The script has a list of systemd services. For each service, it first
looks in the systemd cgroup hierarchy to see if there are still
processes associated with the service, by counting how many lines there
are in /sys/fs/cgroup/systemd/system.slice/<what>.service/tasks. If
there are processes still associated with the service, it kills them
with SIGTERM
and then SIGKILL
(if necessary), using systemd itself
to do the work with:
systemctl --kill-who=all --signal=SIG... kill <what>.service
(The actual implementation is slightly more complicated.)

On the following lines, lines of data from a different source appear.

"""Straight-line fits and the linear region of output amplitude against the rail.

References
----------
.. [1] N. R. Draper and H. Smith, "Applied Regression Analysis", 3rd ed., Wiley, 1998,
       chapters 1-2 (weighted least squares, standard errors, t intervals).
.. [2] NIST Statistical Reference Datasets (StRD), linear regression: certified values.
.. [3] IEEE Std 1241-2010, 9.5 (integral nonlinearity against a best-fit straight line).
.. [4] JCGM 101:2008, "Evaluation of measurement data - Supplement 1 to the GUM -
       Propagation of distributions using a Monte Carlo method".
"""

from __future__ import annotations

import math
from dataclasses import dataclass

import numpy as np
from numpy.lib.stride_tricks import sliding_window_view
from numpy.typing import ArrayLike, NDArray
from scipy import stats

from benchctl.errors import MeasurementError

__all__ = ["LineFit", "LinearRegion", "linear_fit", "linear_region"]


@dataclass(frozen=True, slots=True)
class LineFit:
    """Least-squares straight line ``y = slope * x + intercept``.

    Attributes
    ----------
    slope, intercept : float
        Coefficients, in units of y per x and of y.
    u_slope, u_intercept : float
        Standard errors of the coefficients.
    r2 : float
        Coefficient of determination (centred; uncentred for a line through the origin,
        as NIST StRD certifies it).
    residual_sd : float
        Residual standard deviation sqrt(SSE / dof) (weighted residuals with weights).
    dof : int
        Residual degrees of freedom.
    cov_slope_intercept : float
        Covariance of slope and intercept.
    n_points : int
        Number of points.
    """

    slope: float
    intercept: float
    u_slope: float
    u_intercept: float
    r2: float
    residual_sd: float
    dof: int
    cov_slope_intercept: float
    n_points: int


@dataclass(frozen=True, slots=True)
class LinearRegion:
    """The widest contiguous rail range over which Vpp is a straight line within tolerance.

    Attributes
    ----------
    lo_v, hi_v : float
        Rail voltage at the first and last point of the region, V.
    slope_vpp_per_v : float
        Supply sensitivity, Vpp per rail volt.
    u_slope_vpp_per_v : float
        Its standard uncertainty.
    intercept_vpp : float
        Intercept of the line at 0 V rail, Vpp.
    u_intercept_vpp : float
        Its standard uncertainty.
    r2 : float
        Coefficient of determination of the line over the region.
    max_dev_v : float
        Largest |Vpp - line| over the region, V (integral nonlinearity, best-fit line).
    tol_v : float
        Tolerance the deviation was held to, V.
    slope_ci95 : (float, float)
        95 % confidence interval of the slope (t distribution).
    lo_ci95, hi_ci95 : (float, float)
        95 % intervals for the region ends, V: Monte Carlo propagation of the Vpp
        uncertainties through the search, widened to the neighbouring rail points.
    n_points : int
        Points inside the region.
    i_lo, i_hi : int
        Indices (in rail-sorted order) of the first and last point of the region.
    method : str
        The method, in words.
    """

    lo_v: float
    hi_v: float
    slope_vpp_per_v: float
    u_slope_vpp_per_v: float
    intercept_vpp: float
    u_intercept_vpp: float
    r2: float
    max_dev_v: float
    tol_v: float
    slope_ci95: tuple[float, float]
    lo_ci95: tuple[float, float]
    hi_ci95: tuple[float, float]
    n_points: int
    i_lo: int
    i_hi: int
    method: str


def _as_xy(x: ArrayLike, y: ArrayLike) -> tuple[NDArray[np.float64], NDArray[np.float64]]:
    xa = np.asarray(x, dtype=np.float64)
    ya = np.asarray(y, dtype=np.float64)
    if xa.ndim != 1 or xa.shape != ya.shape:
        raise ValueError(f"x and y must be 1-D of equal length, got {xa.shape} and {ya.shape}")
    if not (np.all(np.isfinite(xa)) and np.all(np.isfinite(ya))):
        raise MeasurementError("x or y holds non-finite values (NaN or inf)")
    return xa, ya


def linear_fit(
    x: ArrayLike,
    y: ArrayLike,
    w: ArrayLike | None = None,
    *,
    intercept: bool = True,
    absolute_sigma: bool = False,
) -> LineFit:
    """Weighted least-squares straight line, computed about the weighted means.

    Parameters
    ----------
    x, y : array_like
        Points.
    w : array_like, optional
        Weights, normally 1 / u_y^2.
    intercept : bool
        False fits a line through the origin.
    absolute_sigma : bool
        With weights 1/u^2: True takes the standard errors from the weights alone; False
        (default) scales them by the residual variance, as scipy.optimize.curve_fit does.

    Returns
    -------
    LineFit

    Raises
    ------
    MeasurementError
        Too few points or all x equal.
    """
    xa, ya = _as_xy(x, y)
    n = xa.size
    p = 2 if intercept else 1
    if n < p + 1:
        raise MeasurementError(f"{n} points cannot fit a line with an error estimate")
    wa = np.ones(n) if w is None else np.asarray(w, dtype=np.float64)
    if wa.shape != xa.shape or np.any(~np.isfinite(wa)) or np.any(wa <= 0):
        raise ValueError("w must be finite, > 0 and of the length of x")
    sw = float(wa.sum())
    if intercept:
        xm = float(wa @ xa) / sw
        ym = float(wa @ ya) / sw
        dx = xa - xm
        dy = ya - ym
        sxx = float(wa @ (dx * dx))
        if sxx <= 0.0:
            raise MeasurementError("all x values are equal: the slope is undefined")
        slope = float(wa @ (dx * dy)) / sxx
        icpt = ym - slope * xm
        resid = dy - slope * dx
        sst = float(wa @ (dy * dy))
    else:
        sxx = float(wa @ (xa * xa))
        if sxx <= 0.0:
            raise MeasurementError("all x values are zero: the slope is undefined")
        slope = float(wa @ (xa * ya)) / sxx
        icpt = 0.0
        resid = ya - slope * xa
        sst = float(wa @ (ya * ya))
        xm = 0.0
    sse = float(wa @ (resid * resid))
    dof = n - p
    s2 = sse / dof
    scale = 1.0 if (absolute_sigma and w is not None) else s2
    var_slope = scale / sxx
    if intercept:
        var_icpt = scale * (1.0 / sw + xm * xm / sxx)
        cov = -xm * var_slope
    else:
        var_icpt = 0.0
        cov = 0.0
    r2 = 1.0 - sse / sst if sst > 0 else 1.0
    return LineFit(
        slope=slope,
        intercept=icpt,
        u_slope=math.sqrt(var_slope),
        u_intercept=math.sqrt(var_icpt),
        r2=r2,
        residual_sd=math.sqrt(s2),
        dof=dof,
        cov_slope_intercept=cov,
        n_points=n,
    )


def _prefix(v: NDArray) -> NDArray:
    return np.concatenate(([0.0], np.cumsum(v)))


def _search(
    x: NDArray, y: NDArray, w: NDArray, tol_v: float, min_points: int
) -> tuple[int, int, float] | None:
    """Widest window (i, j inclusive) whose LS line leaves every |residual| <= tol_v.

    Weighted least-squares line of every window of a given width from prefix sums, O(1)
    per window; widths are taken from the widest down, so only the widths above the
    answer are ever formed.
    """
    n = x.size
    s0, sx, sy = _prefix(w), _prefix(w * x), _prefix(w * y)
    sxx, sxy, syy = _prefix(w * x * x), _prefix(w * x * y), _prefix(w * y * y)
    tol2 = tol_v * tol_v
    w_min = float(w.min())
    for L in range(n, min_points - 1, -1):
        i = np.arange(0, n - L + 1)
        k = i + L
        W = s0[k] - s0[i]
        X = sx[k] - sx[i]
        Y = sy[k] - sy[i]
        with np.errstate(divide="ignore", invalid="ignore"):
            cxx = (sxx[k] - sxx[i]) - X * X / W
            cxy = (sxy[k] - sxy[i]) - X * Y / W
            cyy = (syy[k] - syy[i]) - Y * Y / W
            slope = cxy / cxx
            icpt = (Y - slope * X) / W
            sse = np.maximum(cyy - slope * cxy, 0.0)
            # necessary: weighted mean square <= tol^2; sufficient: SSE / min(w) <= tol^2
            maybe = sse <= tol2 * W * (1.0 + 1e-12)
            sure = sse / w_min <= tol2 * (1.0 - 1e-12)
        cand = i[maybe]
        if cand.size == 0:
            continue
        slope_c, icpt_c, sure_c = slope[maybe], icpt[maybe], sure[maybe]
        if L > 64 and cand.size > 8:
            # cheap first pass on 33 spread points (ends included): a window failing there
            # fails; only the survivors get the full check
            probe = np.unique(np.linspace(0, L - 1, 33).astype(np.intp))
            cols = cand[:, None] + probe[None, :]
            dev_p = np.abs(y[cols] - (slope_c[:, None] * x[cols] + icpt_c[:, None]))
            keep = (dev_p.max(axis=1) <= tol_v) | sure_c
            cand, slope_c, icpt_c, sure_c = cand[keep], slope_c[keep], icpt_c[keep], sure_c[keep]
            if cand.size == 0:
                continue
        xs = sliding_window_view(x, L)[cand]
        ys = sliding_window_view(y, L)[cand]
        dev = np.abs(ys - (slope_c[:, None] * xs + icpt_c[:, None]))
        max_dev = dev.max(axis=1)
        ok = (max_dev <= tol_v) | sure_c
        if np.any(ok):
            best = int(np.argmin(np.where(ok, max_dev, np.inf)))
            return int(cand[best]), int(cand[best] + L - 1), float(max_dev[best])
    return None


def linear_region(
    rail_v: ArrayLike,
    vpp_v: ArrayLike,
    u_vpp_v: ArrayLike | None = None,
    *,
    tol_v: float | None = None,
    tol_fraction_fs: float | None = None,
    min_points: int = 5,
    n_mc: int = 200,
    rng: np.random.Generator | int | None = 0,
) -> LinearRegion:
    """Widest contiguous rail range in which Vpp follows a straight line within tolerance.

    Method: exhaustive window search with least squares. Every contiguous window of at
    least ``min_points`` rail-sorted points gets its (weighted) least-squares line in O(1)
    from prefix sums; windows are examined from the widest down, pruned by the bound
    RMS <= max |residual|, and the first width with a window whose largest deviation from
    its own line is within ``tol`` wins (ties: the smallest deviation).

    Parameters
    ----------
    rail_v : array_like
        Rail voltages, V (any order).
    vpp_v : array_like
        Output peak-to-peak at each rail, V.
    u_vpp_v : array_like, optional
        Standard uncertainties of ``vpp_v``, V: weights 1/u^2 for the fits and the spread
        for the Monte Carlo range-end intervals. Without them the region's residual
        standard deviation is used for every point.
    tol_v : float, optional
        Largest accepted |Vpp - line|, V.
    tol_fraction_fs : float, optional
        The tolerance as a fraction of full scale, full scale = max(Vpp) - min(Vpp) over
        all points. Exactly one of ``tol_v`` and ``tol_fraction_fs`` is required.
    min_points : int
        Fewest points a region may have (>= 3).
    n_mc : int
        Monte Carlo trials for the range-end intervals (0 = grid bracket only).
    rng : numpy.random.Generator or int or None
        Random generator or seed for the Monte Carlo (seeded by default: reproducible).

    Returns
    -------
    LinearRegion

    Raises
    ------
    MeasurementError
        No window of ``min_points`` points meets the tolerance.

    Notes
    -----
    The range-end intervals come from repeating the search on ``n_mc`` copies of the data
    with each Vpp drawn from N(Vpp_i, u_i^2) (JCGM 101), then taking the 2.5 and 97.5 %
    points of the ends found, widened to the neighbouring rail points. The draws add their
    dispersion to the scatter already in the data, so the intervals lean wide
    (conservative). Cost: ``n_mc`` searches, e.g. about 0.15 s for 41 points and 1 s for
    400 points at the default 200; the search alone takes milliseconds.

    References
    ----------
    .. [3] IEEE Std 1241-2010 (INL against the best-fit line).
    .. [4] JCGM 101:2008 (Monte Carlo propagation, for the range-end intervals).
    """
    x, y = _as_xy(rail_v, vpp_v)
    if (tol_v is None) == (tol_fraction_fs is None):
        raise ValueError("give exactly one of tol_v= and tol_fraction_fs=")
    if int(min_points) < 3:
        raise ValueError(f"min_points={min_points!r} must be >= 3")
    min_points = int(min_points)
    if x.size < min_points:
        raise MeasurementError(f"{x.size} points, fewer than min_points={min_points}")
    order = np.argsort(x, kind="stable")
    x, y = x[order], y[order]
    if u_vpp_v is not None:
        u = np.asarray(u_vpp_v, dtype=np.float64)
        if u.shape != x.shape or np.any(~np.isfinite(u)) or np.any(u <= 0):
            raise ValueError("u_vpp_v must be finite, > 0 and of the length of rail_v")
        u = u[order]
        w = 1.0 / (u * u)
        w = w / w.mean()
    else:
        u = None
        w = np.ones_like(x)
    if tol_v is not None:
        tol = float(tol_v)
    else:
        tol = float(tol_fraction_fs) * float(np.ptp(y))
    if not math.isfinite(tol) or tol <= 0:
        raise ValueError(f"tolerance {tol!r} V must be > 0")
    # shift to the means: keeps the prefix sums well conditioned
    x0, y0 = float(x.mean()), float(y.mean())
    found = _search(x - x0, y - y0, w, tol, min_points)
    if found is None:
        raise MeasurementError(
            f"no {min_points} consecutive points lie on a straight line within {tol:.4g} V"
        )
    i, j, max_dev = found
    fit = linear_fit(x[i : j + 1], y[i : j + 1], w[i : j + 1])
    t975 = float(stats.t.ppf(0.975, fit.dof))
    slope_ci = (fit.slope - t975 * fit.u_slope, fit.slope + t975 * fit.u_slope)
    # grid bracket: the end lies between the last point in and the first point out
    lo_lo = float(x[i - 1]) if i > 0 else float(x[i])
    hi_hi = float(x[j + 1]) if j + 1 < x.size else float(x[j])
    lo_ci = [lo_lo, float(x[i])]
    hi_ci = [float(x[j]), hi_hi]
    if n_mc > 0:
        gen = rng if isinstance(rng, np.random.Generator) else np.random.default_rng(rng)
        sd = u if u is not None else np.full_like(x, fit.residual_sd)
        los, his = [], []
        for _ in range(int(n_mc)):
            ys = y + gen.normal(0.0, sd)
            r = _search(x - x0, ys - y0, w, tol, min_points)
            if r is not None:
                los.append(x[r[0]])
                his.append(x[r[1]])
        if los:
            q_lo = np.quantile(los, [0.025, 0.975])
            q_hi = np.quantile(his, [0.025, 0.975])
            lo_ci = [min(lo_ci[0], float(q_lo[0])), max(lo_ci[1], float(q_lo[1]))]
            hi_ci = [min(hi_ci[0], float(q_hi[0])), max(hi_ci[1], float(q_hi[1]))]
    return LinearRegion(
        lo_v=float(x[i]),
        hi_v=float(x[j]),
        slope_vpp_per_v=fit.slope,
        u_slope_vpp_per_v=fit.u_slope,
        intercept_vpp=fit.intercept,
        u_intercept_vpp=fit.u_intercept,
        r2=fit.r2,
        max_dev_v=max_dev,
        tol_v=tol,
        slope_ci95=slope_ci,
        lo_ci95=(lo_ci[0], lo_ci[1]),
        hi_ci95=(hi_ci[0], hi_ci[1]),
        n_points=j - i + 1,
        i_lo=i,
        i_hi=j,
        method=(
            "exhaustive window search with least squares (widest window, max |residual| <= "
            f"{tol:.4g} V); end intervals by Monte Carlo propagation, {int(n_mc)} trials"
        ),
    )
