def _line_cycles(pg: _Periodogram, k: int, n: int) -> float:
    """Frequency of the line at bin ``k``, cycles/sample.

    Two-bin magnitude ratio of the Hann window: a tone at bin k + d (0 <= d <= 1) gives
    |X[k+1]| / |X[k]| = (1 + d) / (2 - d), so d = (2r - 1) / (r + 1) (Grandke, IEEE Trans.
    Instrum. Meas. 32(2), 1983; exact for one tone without leakage, from memory). Near DC
    or Nyquist, or for a flat peak, the log-parabola of the three bins is used instead.
    """
    p = pg.power
    if not 2 <= k < p.size - 2 or p[k] <= 0.0:
        frac = 0.0
        if 1 <= k < p.size - 1 and p[k] > 0.0:
            la, lb, lc = np.log(np.maximum(p[k - 1 : k + 2], np.finfo(float).tiny))
            den = la - 2.0 * lb + lc
            frac = float(np.clip(0.5 * (la - lc) / den, -0.5, 0.5)) if den < 0.0 else 0.0
        return (k + frac) / n
    mag = np.sqrt(p[k - 1 : k + 2])
    side = 1 if mag[2] >= mag[0] else -1
    r = float(mag[1 + side] / mag[1])
    d = float(np.clip((2.0 * r - 1.0) / (r + 1.0), 0.0, 1.0))
    return (k + side * d) / n


def _prominence_db(
    y: NDArray[np.float64], band_cycles: tuple[float, float] | None = None,
    pg: _Periodogram | None = None,
) -> tuple[float, float, float]:
    """Strongest line of the Hann periodogram (inside a band, if given).

    Returns (its height over the median of the whole periodogram in dB, its frequency in
    cycles/sample, the white-noise variance implied by the median, V^2). A white-noise bin
    is exponentially distributed with mean sigma^2 sum(w^2), so median / ln 2 / sum(w^2)
    estimates sigma^2 unmoved by a few lines (harmonics, spurs).
    """
    n = y.size
    pg = _periodogram(y) if pg is None else pg
    k = _peak_bin(pg, n, band_cycles)
    if k is None:
        assert band_cycles is not None
        return 0.0, 0.5 * (band_cycles[0] + band_cycles[1]), pg.noise_var
    if k < 0:
        return -math.inf, -k / n, pg.noise_var
    f = _line_cycles(pg, k, n)
    peak = float(pg.power[k])
    if pg.floor <= 0.0:
        return (math.inf if peak > 0 else 0.0), f, pg.noise_var
    return db10(peak / pg.floor), f, pg.noise_var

The script has a bunch of logging to report on whether it had to
do anything, what it did, and what the process tree looked like
before and after it did various killing (as reported through
systemd-cgls
, because that will show us what systemd units the
stray processes are under).
All of this is driven by a systemd .service unit with the following relevant bits:
[Unit] After=remote-fs.target Before=cron.service apache2.service exim4.service atd.service slurmd.service [Service] Type=oneshot RemainAfterExit=True ExecStop=/path/to/script
We set After
so that our stop action is run before NFS unmounting
starts, and Before
so that the stop action happens after those
listed services are shut down. Not all of those services exist and
are enabled on all machines, but listing a Before
service that
isn't enabled is harmless. The Before
list is basically 'what has
caused us problems'; we add things to it as we run into problem
services.
(Slurmd is a recent addition, for example.)
Right now the list of 'before' services is duplicated between the
script and the systemd unit. It feels tempting to try to eliminate
that, but on the other hand I'm not sure I want to be introspecting
systemd too much during shutdown. We could also try to be more
general by sniffing around the cgroup hierarchy to find stray
processes from any unit we don't whitelist (or at least any unit
that's theoretically been shut down). However, that might not be
very useful on modern systems, where 'KillMode=control-group
'
is the default.
The good news is that the script's logging suggests that it usually
doesn't need to do anything during system shutdown on our 18.04
machines. But usually isn't always, which is what prompted the
addition of slurmd.service
.
Sidebar: A potential alternate approach
Basically this is making these units behave as if they were set to
'KillMode=control-group
' during shutdown. You can change systemd
unit properties on the fly and only for the current system boot
(with 'systemctl --runtime set-property
', which we use for our
per-user CPU and memory limits), so
perhaps it would work to switch to this KillMode on the relevant
service units early in the shutdown process.
This option didn't even occur to me until I wrote this entry, and in general it seems more uncertain and chancy than just killing things (even if we're killing things indirectly through systemd). But it'd give you a much smaller and simpler script.